Stored data entries
● ● ● ●

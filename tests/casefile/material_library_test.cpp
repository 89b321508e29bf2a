// The material library: the built-in materials/library.toml parses and every
// entry carries its provenance; user files override by key; malformed user
// files are refused with the file, line and key of the problem.
#include "plystrain/materials/builtin_library.hpp"
#include "plystrain/solver/input_error.hpp"
#include "plystrain/solver/material_library.hpp"

#include <catch2/catch.hpp>

#include <algorithm>
#include <filesystem>
#include <fstream>
#include <set>
#include <sstream>
#include <string>

#include <unistd.h>

using namespace plystrain;
using Catch::Matchers::Contains;

namespace {

std::filesystem::path data_file(const std::string& name) {
  return std::filesystem::path(PLYSTRAIN_TEST_DATA_DIR) / "materials" / name;
}

// 1-based line of the first line of `file` containing `text`: the expected
// line of an error is read from the data file itself, not hard-coded.
int line_containing(const std::filesystem::path& file, const std::string& text) {
  std::ifstream stream(file);
  std::string line;
  for (int number = 1; std::getline(stream, line); ++number) {
    if (line.find(text) != std::string::npos) {
      return number;
    }
  }
  FAIL("data file " << file << " has no line containing " << text);
  return 0;
}

// Loads `name` and returns the problem reported at `key_path` (a file may
// have several: an unknown key also leaves a required parameter missing).
InputProblem problem_at(const std::string& name, const std::string& key_path) {
  try {
    (void)load_material_library({data_file(name)});
  } catch (const InputError& error) {
    for (const InputProblem& problem : error.problems()) {
      if (problem.key_path == key_path) {
        return problem;
      }
    }
    FAIL("no problem at " << key_path << " in: " << error.what());
  }
  FAIL("no InputError for " << name);
  return {};
}

double youngs_modulus(const materials::MaterialRecord& record) {
  return materials::to_young_poisson(materials::initial_shear_modulus(record.law),
                                     materials::initial_bulk_modulus(record.law))
      .youngs_modulus;
}

double poisson_ratio(const materials::MaterialRecord& record) {
  return materials::to_young_poisson(materials::initial_shear_modulus(record.law),
                                     materials::initial_bulk_modulus(record.law))
      .poisson_ratio;
}

}  // namespace

TEST_CASE("the built-in library parses and every entry carries its provenance",
          "[materials][library]") {
  const MaterialLibrary library = load_builtin_library();
  const std::set<std::string> bases = {"published", "from-memory", "measured", "demo"};
  const std::set<std::string> methods = {"tensile",     "wrinkling", "film-on-water",
                                         "indentation", "datasheet", "assumed"};
  CHECK(library.records().size() >= 26);
  for (const auto& [key, record] : library.records()) {
    INFO(key);
    CHECK(record.key == key);
    CHECK_FALSE(record.source.empty());
    CHECK(bases.count(record.basis) == 1);
    CHECK(methods.count(record.method) == 1);
    CHECK(materials::initial_shear_modulus(record.law) > 0.0);
    CHECK(materials::initial_bulk_modulus(record.law) > 0.0);
    CHECK(materials::validate(record.law).empty());
    CHECK(record.defined_in == materials::builtin_library_name);
    if (record.crack_onset_strain) {
      CHECK(*record.crack_onset_strain > 0.0);
    }
    // An entry built on a recalled value must say so in its source.
    if (record.basis == "from-memory") {
      CHECK_THAT(record.source, Contains("from memory"));
    }
  }
}

TEST_CASE("the built-in library holds the materials the design asks for",
          "[materials][library]") {
  const MaterialLibrary library = load_builtin_library();
  for (const char* key :
       {"silicone-10to1", "silicone-soft", "sebs-elastomer", "tpu-film", "pet-foil", "pen-foil",
        "polyimide-foil", "parylene-c", "pedot-pss", "pedot-pss-plasticised", "ito", "gold",
        "silver", "aluminium", "copper", "silver-nanowire-network", "p3ht", "pbttt",
        "p3ht-pcbm-blend", "pm6-y6-blend", "mapbi3-perovskite", "zinc-oxide", "alumina-barrier",
        "demo-elastomer", "demo-stiff-film", "demo-encapsulant"}) {
    INFO(key);
    CHECK(library.find(key) != nullptr);
  }

  // Elastomers are nearly incompressible: nu >= 0.499 or kappa >= 1000 mu.
  for (const char* key : {"silicone-10to1", "silicone-soft", "sebs-elastomer", "tpu-film"}) {
    const materials::MaterialRecord& record = *library.find(key);
    const double ratio = materials::initial_bulk_modulus(record.law) /
                         materials::initial_shear_modulus(record.law);
    INFO(key << ": kappa/mu = " << ratio << ", nu = " << poisson_ratio(record));
    CHECK((poisson_ratio(record) >= 0.499 - 1e-12 || ratio >= 1000.0));
  }

  // Johnston, McCluskey, Tan & Tracey, J. Micromech. Microeng. 24, 035017
  // (2014): 10:1 silicone, E = 1.32-2.97 MPa by curing temperature.
  const double silicone = youngs_modulus(*library.find("silicone-10to1"));
  CHECK(silicone >= 1.32 - 1e-9);
  CHECK(silicone <= 2.97 + 1e-9);

  // The soft silicone is a strain-stiffening law with E about 0.05-0.1 MPa.
  const materials::MaterialRecord& soft = *library.find("silicone-soft");
  CHECK((soft.law.kind == materials::ModelKind::gent ||
         soft.law.kind == materials::ModelKind::yeoh));
  CHECK(youngs_modulus(soft) >= 0.05);
  CHECK(youngs_modulus(soft) <= 0.1);

  // The demo materials are defined by the example cases, not by a source.
  const materials::MaterialRecord& demo_elastomer = *library.find("demo-elastomer");
  CHECK(demo_elastomer.basis == "demo");
  CHECK(youngs_modulus(demo_elastomer) == Approx(1.5).epsilon(1e-12));
  CHECK(poisson_ratio(demo_elastomer) == Approx(0.499).epsilon(1e-12));
  CHECK(demo_elastomer.crack_onset_strain == Approx(1.0));
  const materials::MaterialRecord& demo_film = *library.find("demo-stiff-film");
  CHECK(youngs_modulus(demo_film) == Approx(1000.0).epsilon(1e-12));
  CHECK(poisson_ratio(demo_film) == Approx(0.35).epsilon(1e-12));
  CHECK(demo_film.crack_onset_strain == Approx(0.05));
  CHECK(demo_film.yield_strain == Approx(0.02));
  const materials::MaterialRecord& demo_encapsulant = *library.find("demo-encapsulant");
  CHECK(youngs_modulus(demo_encapsulant) == Approx(20.0).epsilon(1e-12));
  CHECK(poisson_ratio(demo_encapsulant) == Approx(0.49).epsilon(1e-12));
  CHECK(demo_encapsulant.crack_onset_strain == Approx(0.8));

  // Both (E, nu) and (mu, kappa) are kept for reports and laws.
  CHECK(demo_film.law.youngs_modulus == Approx(1000.0));
  CHECK(demo_film.law.shear_modulus == Approx(1000.0 / 2.7));
}

TEST_CASE("a user file replaces whole entries by key, a later file winning",
          "[materials][library]") {
  const MaterialLibrary builtin = load_builtin_library();
  REQUIRE(builtin.find("pet-foil")->yield_strain.has_value());

  const MaterialLibrary library = load_material_library({data_file("override.toml")});
  const materials::MaterialRecord& pet = *library.find("pet-foil");
  CHECK(youngs_modulus(pet) == Approx(4000.0).epsilon(1e-12));
  CHECK(pet.basis == "measured");
  CHECK(pet.tested_thickness == "50 um");
  CHECK_FALSE(pet.yield_strain.has_value());  // whole entry replaced, not merged
  CHECK_THAT(pet.defined_in, Contains("override.toml"));
  // Untouched entries stay as built in; new entries are added.
  CHECK(library.find("gold")->defined_in == materials::builtin_library_name);
  CHECK(library.records().size() == builtin.records().size() + 1);
  const materials::MaterialRecord& rubber = *library.find("lab-rubber");
  CHECK(rubber.law.kind == materials::ModelKind::ogden);
  // Ogden (1972): initial shear modulus sum(mu_p alpha_p)/2 = 0.4225 MPa.
  CHECK(materials::initial_shear_modulus(rubber.law) == Approx(0.4225).epsilon(1e-12));

  const MaterialLibrary twice =
      load_material_library({data_file("override.toml"), data_file("override_later.toml")});
  const materials::MaterialRecord& later = *twice.find("pet-foil");
  CHECK(later.law.kind == materials::ModelKind::linear_elastic);
  CHECK(youngs_modulus(later) == Approx(4100.0).epsilon(1e-12));
  CHECK_THAT(later.defined_in, Contains("override_later.toml"));
}

TEST_CASE("malformed user files name file, line and key", "[materials][library]") {
  SECTION("unknown key, with the closest known key as a hint") {
    const InputProblem problem =
        problem_at("unknown_key.toml", "material.my-film.youngs_modulos");
    CHECK_THAT(problem.where.file, Contains("unknown_key.toml"));
    CHECK(problem.where.line == line_containing(data_file("unknown_key.toml"), "youngs_modulos"));
    CHECK(problem.where.column == 1);
    CHECK(problem.key_path == "material.my-film.youngs_modulos");
    CHECK_THAT(problem.message, Contains("did you mean \"youngs_modulus\""));
  }
  SECTION("wrong type") {
    const InputProblem problem =
        problem_at("wrong_type.toml", "material.my-film.youngs_modulus");
    CHECK_THAT(problem.where.file, Contains("wrong_type.toml"));
    CHECK(problem.where.line == line_containing(data_file("wrong_type.toml"), "youngs_modulus"));
    CHECK(problem.key_path == "material.my-film.youngs_modulus");
    CHECK_THAT(problem.message, Contains("expected a number, found a string"));
  }
  SECTION("poisson_ratio = 0.5 suggests 0.4999") {
    const InputProblem problem =
        problem_at("poisson_half.toml", "material.my-rubber.poisson_ratio");
    CHECK(problem.where.line == line_containing(data_file("poisson_half.toml"), "poisson_ratio"));
    CHECK(problem.key_path == "material.my-rubber.poisson_ratio");
    CHECK_THAT(problem.message, Contains("0.4999"));
  }
  SECTION("unknown model, with a hint") {
    const InputProblem problem = problem_at("unknown_model.toml", "material.my-rubber.model");
    CHECK(problem.where.line == line_containing(data_file("unknown_model.toml"), "model"));
    CHECK(problem.key_path == "material.my-rubber.model");
    CHECK_THAT(problem.message, Contains("did you mean \"neo-hookean\""));
  }
  SECTION("neo-Hookean with both moduli pairs") {
    const InputProblem problem =
        problem_at("both_moduli_pairs.toml", "material.my-rubber.shear_modulus");
    CHECK(problem.where.line ==
          line_containing(data_file("both_moduli_pairs.toml"), "shear_modulus"));
    CHECK_THAT(problem.message, Contains("not both"));
  }
  SECTION("Ogden arrays of different length") {
    const InputProblem problem = problem_at("mismatched_ogden.toml", "material.my-rubber.mu");
    CHECK(problem.where.line == line_containing(data_file("mismatched_ogden.toml"), "mu ="));
    CHECK(problem.key_path == "material.my-rubber.mu");
    CHECK_THAT(problem.message, Contains("equal length"));
  }
  SECTION("a modulus or a limit strain outside the range of real materials") {
    const InputProblem denormal =
        problem_at("out_of_range.toml", "material.my-film.youngs_modulus");
    CHECK(denormal.where.line == line_containing(data_file("out_of_range.toml"), "5e-324"));
    CHECK_THAT(denormal.message, Contains("from 1e-06 to 1e+07"));
    const InputProblem strain =
        problem_at("out_of_range.toml", "material.my-film.crack_onset_strain");
    CHECK_THAT(strain.message, Contains("from 1e-06 to 10, found 1e+06"));
    const InputProblem shear = problem_at("out_of_range.toml", "material.my-gel.shear_modulus");
    CHECK_THAT(shear.message, Contains("found 1e+09"));
    const InputProblem bulk = problem_at("out_of_range.toml", "material.my-gel.bulk_modulus");
    CHECK_THAT(bulk.message, Contains("from 1e-06 to 1e+10, found 1e+300"));
  }
  SECTION("control characters in a string or a key") {
    const InputProblem source = problem_at("control_characters.toml", "material.my-film.source");
    CHECK(source.where.line == line_containing(data_file("control_characters.toml"), "2J"));
    CHECK_THAT(source.message,
               Contains("without control characters, found \"test data \\u001B[2J\""));
    const InputProblem key = problem_at("control_characters.toml", "material.ev\\u0007il");
    CHECK_THAT(key.message, Contains("expected a material key"));
  }
  SECTION("nesting too deep for the TOML parser") {
    const std::filesystem::path file = std::filesystem::temp_directory_path() /
                                       ("plystrain-deep-" + std::to_string(::getpid()) + ".toml");
    std::string key = "a";
    for (int i = 0; i < 50000; ++i) {
      key += ".a";
    }
    std::ofstream(file) << "# a dotted key 50,001 parts deep\n" << key << " = 1\n";
    try {
      static_cast<void>(load_material_library({file}));
      FAIL("a 50,001-part key was read");
    } catch (const InputError& error) {
      CHECK(error.problems().front().where.line == 2);
      CHECK_THAT(error.what(), Contains("nested at most 16 levels deep"));
    }
    std::filesystem::remove(file);
  }
  SECTION("invalid TOML") {
    const InputProblem problem = problem_at("not_toml.toml", "");
    CHECK(problem.where.line == line_containing(data_file("not_toml.toml"), "= ="));
    CHECK_THAT(problem.message, Contains("not valid TOML"));
  }
  SECTION("a missing file") {
    const InputProblem problem = problem_at("no_such_file.toml", "");
    CHECK_THAT(problem.where.file, Contains("no_such_file.toml"));
    CHECK_THAT(problem.message, Contains("cannot read"));
  }
}

TEST_CASE("every problem in a file is reported at once", "[materials][library]") {
  // bad_provenance.toml has an unknown basis and no source.
  try {
    (void)load_material_library({data_file("bad_provenance.toml")});
    FAIL("no InputError");
  } catch (const InputError& error) {
    REQUIRE(error.problems().size() == 2);
    std::vector<std::string> paths;
    for (const InputProblem& problem : error.problems()) {
      paths.push_back(problem.key_path);
    }
    std::sort(paths.begin(), paths.end());
    CHECK(paths == std::vector<std::string>{"material.my-film.basis", "material.my-film.source"});
    CHECK_THAT(std::string(error.what()), Contains("\"guessed\""));
    CHECK_THAT(std::string(error.what()), Contains("bad_provenance.toml:"));
  }
}

TEST_CASE("listings show every material and every field", "[materials][library]") {
  const MaterialLibrary library = load_builtin_library();
  const std::string table = format_material_table(library);
  std::istringstream lines(table);
  std::string header;
  std::getline(lines, header);
  CHECK_THAT(header, Contains("E [MPa]"));
  CHECK_THAT(header, Contains("basis"));
  std::size_t rows = 0;
  for (std::string line; std::getline(lines, line);) {
    ++rows;
  }
  CHECK(rows == library.records().size());
  for (const std::string& key : library.keys()) {
    CHECK_THAT(table, Contains(key));
  }
  CHECK_THAT(table, Contains("1.32"));  // silicone-10to1, MPa

  const std::string detail = format_material_detail(*library.find("alumina-barrier"));
  CHECK_THAT(detail, Contains("Jen, Bertrand & George"));
  CHECK_THAT(detail, Contains("50 nm"));
  CHECK_THAT(detail, Contains("published"));
  CHECK_THAT(detail, Contains("tensile"));
  CHECK_THAT(detail, Contains("1 %"));

  CHECK(library.closest_key("pet-fiol") == "pet-foil");
  CHECK(library.closest_key("unobtainium").empty());
}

● ● ● ●

**Exercise**: Print exactly the lines above from the one with "model, with a" to the one with "characters in a", including both.

**Expected answer**:
  SECTION("unknown model, with a hint") {
    const InputProblem problem = problem_at("unknown_model.toml", "material.my-rubber.model");
    CHECK(problem.where.line == line_containing(data_file("unknown_model.toml"), "model"));
    CHECK(problem.key_path == "material.my-rubber.model");
    CHECK_THAT(problem.message, Contains("did you mean \"neo-hookean\""));
  }
  SECTION("neo-Hookean with both moduli pairs") {
    const InputProblem problem =
        problem_at("both_moduli_pairs.toml", "material.my-rubber.shear_modulus");
    CHECK(problem.where.line ==
          line_containing(data_file("both_moduli_pairs.toml"), "shear_modulus"));
    CHECK_THAT(problem.message, Contains("not both"));
  }
  SECTION("Ogden arrays of different length") {
    const InputProblem problem = problem_at("mismatched_ogden.toml", "material.my-rubber.mu");
    CHECK(problem.where.line == line_containing(data_file("mismatched_ogden.toml"), "mu ="));
    CHECK(problem.key_path == "material.my-rubber.mu");
    CHECK_THAT(problem.message, Contains("equal length"));
  }
  SECTION("a modulus or a limit strain outside the range of real materials") {
    const InputProblem denormal =
        problem_at("out_of_range.toml", "material.my-film.youngs_modulus");
    CHECK(denormal.where.line == line_containing(data_file("out_of_range.toml"), "5e-324"));
    CHECK_THAT(denormal.message, Contains("from 1e-06 to 1e+07"));
    const InputProblem strain =
        problem_at("out_of_range.toml", "material.my-film.crack_onset_strain");
    CHECK_THAT(strain.message, Contains("from 1e-06 to 10, found 1e+06"));
    const InputProblem shear = problem_at("out_of_range.toml", "material.my-gel.shear_modulus");
    CHECK_THAT(shear.message, Contains("found 1e+09"));
    const InputProblem bulk = problem_at("out_of_range.toml", "material.my-gel.bulk_modulus");
    CHECK_THAT(bulk.message, Contains("from 1e-06 to 1e+10, found 1e+300"));
  }
  SECTION("control characters in a string or a key") {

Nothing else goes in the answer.